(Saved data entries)

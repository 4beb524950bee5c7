"""Travel of a take-up: where it stands, how far it moves, what wear and warmth add, its stops."""

from __future__ import annotations

import math
from collections.abc import Iterator
from typing import NamedTuple

import numpy as np

from chainsim import closed_forms as cf
from chainsim.analysis.axles import takeup_travel
from chainsim.report.build_case import Case
from chainsim.report.build_line import (
    CLOSED,
    DRAWN,
    PRACTICE,
    SIMULATED,
    STATED,
    UNKNOWN,
    Line,
    ran_or_reckoned,
)

TEN_KELVIN = 10.0
"""Step of temperature that a travel is stated for where no range is given [K]."""

SPARE_TRAVEL = 3e-3
"""Room to leave beyond the travel worked out, on either side [m]: play of the chain, assembly;
common practice, no source."""


class Travel(NamedTuple):
    """Travel of one take-up along its way, from the place on the drawing.

    Attributes
    ----------
    new : float
        With the new chain laid taut [m].
    worn, warm, cold : float
        Change by wear, by the highest and by the lowest temperature [m].
    low, high : float
        Ends in running [m]; NaN where it was not simulated.
    """

    new: float
    worn: float
    warm: float
    cold: float
    low: float
    high: float

    @property
    def is_simulated(self) -> bool:
        """Whether the ends in running are known."""
        return not math.isnan(self.low)

    @property
    def ends(self) -> tuple[float, float]:
        """Ends with everything that adds up [m]."""
        changes = (self.worn + self.warm, self.cold, 0.0)
        low = min(self.low, self.new) if self.is_simulated else self.new
        high = max(self.high, self.new) if self.is_simulated else self.new
        return low + min(changes), high + max(changes)


def movable_axles(case: Case) -> list[int]:
    """Return the indices of the axles that move (dimensionless).

    Parameters
    ----------
    case : Case
        The lift.
    """
    wheels = case.sized.path.wheels if case.sized else ()
    return [k for k, wheel in enumerate(wheels) if wheel.movable is not None]


def way_of(case: Case, k: int) -> np.ndarray:
    """Return the direction of positive travel of an axle, up for a hung one.

    Parameters
    ----------
    case : Case
        The lift.
    k : int
        Index of a movable axle (dimensionless).

    Returns
    -------
    ndarray, shape (2,)
        Unit vector (dimensionless).
    """
    return np.array(case.closed.path.wheels[k].movable or (0.0, 1.0), dtype=float)


def travel_per_chain(case: Case, k: int) -> float:
    """Return the travel of an axle that takes up one unit of chain length.

    Parameters
    ----------
    case : Case
        The lift.
    k : int
        Index of a movable axle (dimensionless).

    Returns
    -------
    float
        Along its way (dimensionless): −1/2 for an axle hung between two plumb strands; NaN where
        its travel takes up nothing.
    """
    direction = case.closed.path.direction
    gain = -float((direction[k] - direction[k - 1]) @ way_of(case, k))
    return 1.0 / gain if abs(gain) > 1e-6 else math.nan


def wear_allowance(case: Case) -> tuple[float, str]:
    """Return the growth of the pitch that the travel must allow for, and where it is from.

    Parameters
    ----------
    case : Case
        The lift.

    Returns
    -------
    growth : float
        As a fraction (dimensionless).
    reason : str
        In words.
    """
    stated = case.scenario.limits.wear
    if stated is not None:
        return stated, "allowance of the scenario"
    largest = max((wheel.teeth for wheel in case.lift.wheels), default=0) or 1
    growth = cf.wear_limit(largest, fixed_centers=not movable_axles(case))
    return growth, (
        "no allowance is stated: this is the growth at which makers of steel roller chain have it "
        "replaced, and moulded chain needs its maker's word"
    )


def travel_of(case: Case, k: int) -> Travel:
    """Work out the travel of one take-up.

    Parameters
    ----------
    case : Case
        The lift.
    k : int
        Index of a movable axle (dimensionless).

    Returns
    -------
    Travel
        Its parts; an arm's along the arc of its axle.
    """
    shift = case.lift.laid.wheel_center[k] - np.array(case.lift.wheels[k].center)
    gain, chain = travel_per_chain(case, k), case.scenario.chain
    warmth = case.scenario.frame.temperature
    warm = cold = 0.0
    if warmth is not None:
        warm = gain * chain.expansion * case.loop * max(warmth.high - warmth.built, 0.0)
        cold = gain * chain.expansion * case.loop * min(warmth.low - warmth.built, 0.0)
    low, high = _simulated_ends(case, k)
    worn = gain * cf.slack_of_growth(case.lift.n_links, chain.pitch, wear_allowance(case)[0])
    return Travel(float(shift @ way_of(case, k)), worn, warm, cold, low, high)


def resting_travel(case: Case, k: int) -> float | None:
    """Return the travel of an axle before the start, its chain stretched by what hangs on it.

    Parameters
    ----------
    case : Case
        The lift.
    k : int
        Index of a movable axle (dimensionless).

    Returns
    -------
    float or None
        Along its way from the place on the drawing [m]; None without a run.
    """
    center = case.simulated(lambda s: s.center[0, k])
    if center is None:
        return None
    return float((center - np.array(case.lift.wheels[k].center)) @ way_of(case, k))


def _simulated_ends(case: Case, k: int) -> tuple[float, float]:
    """Ends of the travel in the run, an arm's angle turned into an arc [m]; NaN without a run."""
    name, mount = case.lift.wheels[k].name, case.scenario.sprocket[k].mount
    for travel in case.simulated(takeup_travel) or ():
        if travel.sprocket == name:
            arm = 1.0
            if mount.pivot is not None:
                arm = math.dist(case.lift.wheels[k].center, mount.pivot)
            return arm * travel.low, arm * travel.high
    return math.nan, math.nan


def travel_lines(case: Case, k: int) -> Iterator[Line]:
    """Yield the travel of one take-up, part by part, and its stops.

    Parameters
    ----------
    case : Case
        The lift.
    k : int
        Index of a movable axle (dimensionless).
    """
    name, travel = case.lift.wheels[k].name, travel_of(case, k)
    growth, reason = wear_allowance(case)
    x, y = way_of(case, k)
    words = "up" if y > 0.99 else f"along ({case.across(x):.2f}, {y:.2f})"
    note = f"positive is {words}, from the place on the drawing"
    yield Line(f"{name}: travel with the new chain taut", travel.new, "m", DRAWN, note)
    yield ran_or_reckoned(Line(f"{name}: lowest travel in running", None, "m"), travel.low)
    yield ran_or_reckoned(Line(f"{name}: highest travel in running", None, "m"), travel.high)
    note = f"{100 * growth:.2g} % growth; {reason}"
    yield Line(f"{name}: change by wear", travel.worn, "m", CLOSED, note)
    yield from _temperature_lines(case, k, travel)
    low, high = travel.ends
    source = SIMULATED if travel.is_simulated else CLOSED
    note = "all of it added; the frame is taken to keep its length"
    if not travel.is_simulated:
        note += f"; running {UNKNOWN}"
    yield Line(f"{name}: lowest travel to allow for", low, "m", source, note)
    yield Line(f"{name}: highest travel to allow for", high, "m", source, note)
    yield from _stop_lines(case, k, low, high)


def _temperature_lines(case: Case, k: int, travel: Travel) -> Iterator[Line]:
    name, chain = case.lift.wheels[k].name, case.scenario.chain
    warmth = case.scenario.frame.temperature
    if warmth is None:
        value = travel_per_chain(case, k) * chain.expansion * case.loop * TEN_KELVIN
        note = "no temperatures are stated, none is added: add this for every 10 K"
        yield Line(f"{name}: change for each 10 K warmer", value, "m", CLOSED, note)
        return
    for what, value, at in (("warm", travel.warm, warmth.high), ("cold", travel.cold, warmth.low)):
        note = f"{at - warmth.built:+.0f} K from the day it was built"
        yield Line(f"{name}: change when {what}", value, "m", CLOSED, note)


def _stop_lines(case: Case, k: int, low: float, high: float) -> Iterator[Line]:
    name, mount = case.lift.wheels[k].name, case.scenario.sprocket[k].mount
    if mount.kind == "arm":
        ends = [f"{math.degrees(stop):.1f}°" for stop in mount.stops or ()]
        yield Line(f"{name}: stops of the arm", " to ".join(ends) or "none stated")
        return
    if mount.stops is None:
        note = f"the scenario states no stops; {1e3 * SPARE_TRAVEL:g} mm beyond the travel"
        item = f"{name}: catching stop at its low end, at"
        yield Line(item, low - SPARE_TRAVEL, "m", PRACTICE, note)
        yield Line(f"{name}: free at its high end, up to", high + SPARE_TRAVEL, "m", PRACTICE, note)
        return
    growth, worn = wear_allowance(case)[0], abs(travel_of(case, k).worn)
    low_spare, high_spare = low - mount.stops[0], mount.stops[1] - high
    for what, stop, spare in (("low", 0, low_spare), ("high", 1, high_spare)):
        note = f"{1e3 * spare:.1f} mm left with all of it added"
        if spare < 0.0:
            at = max(growth * (1.0 + spare / worn), 0.0) if worn else 0.0
            note = (
                f"{-1e3 * spare:.1f} mm SHORT with all of it added: reached at "
                f"{100 * at:.2g} % growth, replace the chain before"
            )
        yield Line(f"{name}: {what} stop", mount.stops[stop], "m", STATED, note)


def fixed_lines(case: Case) -> Iterator[Line]:
    """Yield what fixed axles ask for instead of a take-up.

    Parameters
    ----------
    case : Case
        The lift.
    """
    growth, reason = wear_allowance(case)
    slack = cf.slack_of_growth(case.lift.n_links, case.scenario.chain.pitch, growth)
    note = f"{100 * growth:.2g} % growth; {reason}"
    yield Line("take-up", "none: every axle stands where it is screwed")
    yield Line("surplus chain when worn", slack, "m", CLOSED, note)
    note = "half of the surplus for two strands, and room to put the chain on"
    yield Line("room to set one axle further off", 0.5 * slack + SPARE_TRAVEL, "m", CLOSED, note)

**DIRECTIONS FOR THIS TASK**
Above are the records; copy every line in them that holds the word "import".

**ANSWER TO THIS TASK**
from __future__ import annotations
import math
from collections.abc import Iterator
from typing import NamedTuple
import numpy as np
from chainsim import closed_forms as cf
from chainsim.analysis.axles import takeup_travel
from chainsim.report.build_case import Case
from chainsim.report.build_line import (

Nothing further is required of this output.